■ **Exercise**:
Starting from the line that contains "const FOLDER = new", give back every line through the end of the listing exactly as written and no other line.

☆ ☆ ☆ ☆ ☆ ☆ ☆

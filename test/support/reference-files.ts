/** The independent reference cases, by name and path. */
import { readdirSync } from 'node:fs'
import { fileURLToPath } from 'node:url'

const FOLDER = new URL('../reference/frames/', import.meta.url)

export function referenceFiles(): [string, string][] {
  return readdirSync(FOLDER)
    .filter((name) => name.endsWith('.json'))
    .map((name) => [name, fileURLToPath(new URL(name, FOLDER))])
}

☆ ☆ ☆ ☆ ☆ ☆ ☆

■ **Your solution**:
const FOLDER = new URL('../reference/frames/', import.meta.url)

export function referenceFiles(): [string, string][] {
  return readdirSync(FOLDER)
    .filter((name) => name.endsWith('.json'))
    .map((name) => [name, fileURLToPath(new URL(name, FOLDER))])
}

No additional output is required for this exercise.